Feedback-aided minimum joint movement (FAMJM) scheme for redundant manipulators with simulations and experiments

To keep the minimum joint movement of redundant manipulators over the task duration, a feedback-aided minimum joint movement (FAMJM) scheme is proposed for the redundant robots. The optimal index of the FAMJM scheme, in essence, is to minimize the drift between the instantaneous joint state and the initial joint state, which is subject to the robot forward-kinematics equation, the joint-angle limits and the varying joint-velocity limits.

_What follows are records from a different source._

#: Conductor temperature for R' unless the caller states one: 90 °C, the maximum continuous
#: operating temperature of XLPE/EPR insulated cables (common practice).
DEFAULT_TEMPERATURE_C: float = 90.0
#: Conductor temperatures accepted (°C): the linear temperature coefficient of IEC 60287-1-1
#: is meant for operating temperatures; far outside this range R' would be meaningless.
TEMPERATURE_RANGE_C: tuple[float, float] = (-50.0, 250.0)
#: Material assumed when a conductor gives ``area_mm2`` but no ``material``.
DEFAULT_MATERIAL = "copper"
#: The current models every figure can use: solved sharing (the default), or equal shares.
CURRENT_MODELS: tuple[str, ...] = ("solved", "equal")
#: A group current below this fraction of the largest current in the layout is zero (a
#: balanced group's total is then reported by its circulating current, never as a share).
ZERO_TOTAL = 1e-9
#: An imbalance below this (%) is rounding noise and reported as 0.
ZERO_IMBALANCE_PCT = 1e-9


class SharingError(ValueError):
    """The impedance system of some parallel conductors cannot be solved (one line)."""


def check_current_model(currents: str) -> str:
    """``currents`` if it is a known current model, else ValueError naming the parameter."""
    if currents not in CURRENT_MODELS:
        raise ValueError(f"currents = {currents!r}: use one of {', '.join(CURRENT_MODELS)}")
    return currents


@dataclass(frozen=True)
class GroupMeta:
    circuit: str
    phase: str
    members: tuple[int, ...]  # conductor indices (layout order); screens: n + screen number
    order: int  # frequency component reported: 1, or 0 for dc circuits
    reactance_only: bool
    kind: str = "parallel"  # "parallel", "screens" (bonded at both ends) or "loop"


@dataclass(frozen=True)
class Screens:
    """The cable screens of a layout: which core, bonding, mean radius and R'."""

    core: np.ndarray  # (s,) int conductor index of each screened cable
    both_ends: np.ndarray  # (s,) bool bonded at both ends (in the system), else one point
    radius_m: np.ndarray  # (s,) mean radius of the screen, m
    r_dc: np.ndarray  # (s,) Ω/m at the temperature

    @property
    def in_system(self) -> np.ndarray:
        """Screen numbers bonded at both ends, in the order of their system indices."""
        return np.flatnonzero(self.both_ends)


@dataclass(frozen=True)
class SharingPlan:
    """Everything of a sharing solve that does not depend on conductor positions."""

    orders: np.ndarray  # (H,) int
    omega: np.ndarray  # (H,) rad/s
    base: np.ndarray  # (H, n) complex, currents with equal shares
    free: np.ndarray  # (nf,) int conductor indices of parallel-group members, group-sorted
    fixed: np.ndarray  # (nk,) int the others
    group_of_free: np.ndarray  # (nf,) int group number of each free conductor
    starts: np.ndarray  # (G,) int first position of each group in ``free``
    totals: np.ndarray  # (H, G) complex group currents
    r_free: np.ndarray  # (H, nf) Ω/m at each component (DC: 1 for reactance-only groups)
    gmr: np.ndarray  # (n,) m
    gmr_from_area: np.ndarray  # (n,) bool
    resistance: np.ndarray  # (n,) DC Ω/m at the temperature, NaN without area
    report_row: np.ndarray  # (G,) int row of ``orders`` reported per group
    scale_a: float  # largest current of the layout, A (the scale of "zero")
    groups: tuple[GroupMeta, ...]
    names: tuple[str, ...]
    temperature_c: float
    sources: SourceArrays  # the layout's sources with equal shares
    n: int = 0  # conductors of the layout; system indices n, n+1, ... are screens
    screens: Screens | None = None  # every screened cable (both bondings)
    lam_fix: tuple[np.ndarray, np.ndarray, np.ndarray] | None = None  # (core, screen idx, ln r)

    @property
    def induced(self) -> bool:
        """True when the layout has screens or passive loops (induced currents)."""
        return (self.screens is not None and self.screens.core.size > 0) or any(
            g.kind == "loop" for g in self.groups)


def _screens(layout: Layout, temperature_c: float) -> Screens:
    """Every screened cable with its bonding, mean radius and R' at the temperature."""
    cons = layout.conductors
    bonding = {c.name: c.screen_bonding for c in layout.circuits}
    core = np.array([i for i, c in enumerate(cons) if c.screened], dtype=int)
    both = np.array([bonding.get(cons[i].circuit) == "both-ends" for i in core], dtype=bool)
    radius = np.array([0.5 * float(cons[i].screen_diameter_mm or 0.0) for i in core]) * MM
    # A screen (wires or tape) is not a stranded conductor of the IEC 60228 table: its R' is
    # ρ(θ)/A_s with the IEC 60287-1-1 Table 1 resistivity and temperature coefficient.
    rho = np.array([MATERIALS[cons[i].screen_material or DEFAULT_MATERIAL][0] for i in core])
    alpha = np.array([MATERIALS[cons[i].screen_material or DEFAULT_MATERIAL][1] for i in core])
    area = np.array([float(cons[i].screen_area_mm2 or 0.0) for i in core]) * MM * MM
    r_dc = rho * (1.0 + alpha * (float(temperature_c) - 20.0)) / np.where(area > 0, area, 1.0)
    return Screens(core, both.reshape(-1), radius.reshape(-1),
                   np.asarray(r_dc, float).reshape(-1))


def plate_sources(layout: Layout) -> SourceArrays:
    """:func:`~trayadvisor.engine.layout_sources` with the layout's plates attached (the
    field of every figure then includes their reaction)."""
    src = layout_sources(layout)
    reaction = layout_reaction(layout)
    return src if reaction is None else replace(src, reaction=reaction)


def sharing_plan(layout: Layout, temperature_c: float = DEFAULT_TEMPERATURE_C) -> SharingPlan:
    """Precompute the position-independent part of :func:`solve_sharing`."""
    cons = layout.conductors
    n = len(cons)
    src = plate_sources(layout)
    systems = {c.name: c.system for c in layout.circuits}
    members: dict[tuple[str, str], list[int]] = {}
    loops: dict[str, list[int]] = {}
    for i, c in enumerate(cons):
        if systems.get(c.circuit) == "loop":
            loops.setdefault(c.circuit, []).append(i)
            continue
        if systems.get(c.circuit) in (None, "signal") or c.phase == "PE" \
                or c.current_a is not None:
            continue
        members.setdefault((c.circuit, c.phase), []).append(i)
    area = np.array([c.area_mm2 if c.area_mm2 is not None else np.nan for c in cons], float)
    has_area = np.isfinite(area)
    resistance = np.full(n, np.nan)
    if has_area.any():
        mats = [cons[i].material or DEFAULT_MATERIAL for i in np.flatnonzero(has_area)]
        resistance[has_area] = resistance_per_m(area[has_area], mats, temperature_c)
    orders = src.orders
    groups: list[GroupMeta] = []
    for (circ, phase), idx in members.items():
        if len(idx) < 2:
            continue
        order = 0 if systems[circ] == "dc" else 1
        groups.append(GroupMeta(circ, phase, tuple(idx), order,
                                not bool(has_area[idx].all())))
    screens = _screens(layout, temperature_c)
    on = screens.in_system
    by_circuit: dict[str, list[int]] = {}
    for k, s in enumerate(on):
        by_circuit.setdefault(cons[int(screens.core[s])].circuit, []).append(n + k)
    for circ, idx in by_circuit.items():
        groups.append(GroupMeta(circ, "screen", tuple(idx), 1, False, "screens"))
    for circ, idx in loops.items():
        if len(idx) >= 2:
            groups.append(GroupMeta(circ, "loop", tuple(idx), 1,
                                    not bool(has_area[idx].all()), "loop"))
    free = np.array([i for g in groups for i in g.members], dtype=int)
    gof = np.array([k for k, g in enumerate(groups) for _ in g.members], dtype=int)
    sizes = np.array([len(g.members) for g in groups], dtype=int)
    starts = np.concatenate([[0], np.cumsum(sizes)[:-1]]).astype(int) if groups else \
        np.zeros(0, int)
    fixed = np.setdiff1d(np.arange(n), free)
    g_count = len(groups)
    base_ext = np.concatenate([src.currents, np.zeros((orders.size, on.size))], axis=1)
    totals = np.zeros((orders.size, g_count), dtype=complex)
    np.add.at(totals, (slice(None), gof), base_ext[:, free])
    real = free < n
    ro = np.zeros(free.size, bool)
    if free.size:
        ro[real] = np.array([g.reactance_only for g in groups], dtype=bool)[gof[real]]
    r_dc = np.zeros(free.size)
    r_dc[real] = np.nan_to_num(resistance[free[real]])
    r_dc[~real] = screens.r_dc[on[free[~real] - n]]
    freq = src.frequency_hz[:, None]
    r_ac = np.where(ro, 0.0, ac_resistance_per_m(np.where(ro, 1.0, r_dc), freq))
    r_ac = np.where(real[None, :], r_ac, r_dc[None, :])  # screens: no skin effect
    r_free = np.where(freq == 0.0, np.where(ro, 1.0, r_dc), r_ac).reshape(orders.size, -1)
    row_of = {int(h): k for k, h in enumerate(orders)}
    report_row = np.array([row_of.get(g.order, 0) for g in groups], dtype=int)
    gmr, from_area = gmr_m(layout)
    gmr_ext = np.concatenate([gmr, screens.radius_m[on]])
    lam_fix = (screens.core[on].astype(int), n + np.arange(on.size),
               np.log(np.maximum(screens.radius_m[on], 1e-12)))
    scale = float(np.abs(src.currents).max()) if src.currents.size else 0.0
    return SharingPlan(
        orders=orders, omega=2.0 * np.pi * src.frequency_hz, base=src.currents, free=free,
        fixed=fixed, group_of_free=gof, starts=starts, totals=totals, r_free=r_free,
        gmr=gmr_ext, gmr_from_area=from_area, resistance=resistance, report_row=report_row,
        scale_a=scale, groups=tuple(groups), names=tuple(c.name for c in cons),
        temperature_c=float(temperature_c), sources=src, n=n, screens=screens,
        lam_fix=lam_fix if on.size else None,
    )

Besides, to improve the accuracy of planning and control, a position-error feedback is incorporated readily into the scheme via a neural-dynamic method. Based on Lyapunov theory, the convergence performance of the feedback-aided scheme is proved. The FAMJM scheme is then reformulated and unified as a quadratic program (QP) subject to an equality constraint and a bound constraint, which is solved by a discrete-time QP solver. Furthermore, this FAMJM scheme is simulated and implemented on an actual planar six degrees-of-freedom (6-DOF) push-rod joint (PRJ) manipulator to write English letters, i.e., to track “M” and “P” shaped paths. Simulation and experiment results verify the efficacy and accuracy of the FAMJM scheme and its corresponding QP solver. Moreover, this work shows an interesting trend that is becoming more and more important in the field of automatic control and robotics; i.e., to combine planning and reactive control methodologically and systematically, in view of the real-time requirement and the possibility that unexpected events arise from time to time.